import type { Comment as CommentShape } from '#shared/contracts/comments.ts';
import { presentPerson } from '../accounts/accounts.presenter.ts';
import type { Comment } from './comment.entity.ts';

/** By moment; answers stand at the moment of what they answer and follow it in time. */
export const COMMENT_ORDER = { fromFrame: 'asc', at: 'asc', id: 'asc' } as const;

/** @param comment with `by` and `resolvedBy` loaded */
export const presentComment = (comment: Comment, readerId: string): CommentShape => ({
  id: comment.id,
  clipId: comment.clip.id,
  answerTo: comment.answerTo ?? null,
  body: comment.body,
  fromFrame: comment.fromFrame,
  toFrame: comment.toFrame,
  shape: comment.shape ?? null,
  shared: comment.shared,
  by: presentPerson(comment.by.unwrap()),
  at: comment.at.toISOString(),
  editedAt: comment.editedAt?.toISOString() ?? null,
  resolved:
    comment.resolvedBy && comment.resolvedAt
      ? {
          by: presentPerson(comment.resolvedBy.unwrap()),
          at: comment.resolvedAt.toISOString(),
        }
      : null,
  mine: comment.by.id === readerId,
});
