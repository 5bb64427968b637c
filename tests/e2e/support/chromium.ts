/**
 * Debian's Chromium, quiet and without a GPU, so that a run sees the same pixels everywhere. Its build
 * without a window: the other one draws its own toolbar anew with each page, also where nobody sees it.
 */
export const chromium = {
  executablePath: '/usr/bin/chromium-headless-shell',
  args: [
    '--no-sandbox',
    '--disable-gpu',
    '--disable-dev-shm-usage',
    '--disable-quic',
    '--no-first-run',
    '--disable-background-networking',
    '--disable-component-update',
    '--disable-sync',
  ],
};
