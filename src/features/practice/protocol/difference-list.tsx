import type { Difference } from '#shared/protocol/figures.ts';

/** What a version changes against the one before. */
export function DifferenceList({ items }: { items: readonly Difference[] }) {
  return (
    <ul>
      {items.map(({ label, from, to }) => (
        <li key={label} className="py-1">
          {label}: {from} becomes <b>{to}</b>
        </li>
      ))}
    </ul>
  );
}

- Exercise aim:
Locate all lines in the listing above with the word "import" and copy them.

- Expected output:
import type { Comment as CommentShape } from '#shared/contracts/comments.ts';
import { presentPerson } from '../accounts/accounts.presenter.ts';
import type { Comment } from './comment.entity.ts';
import type { Difference } from '#shared/protocol/figures.ts';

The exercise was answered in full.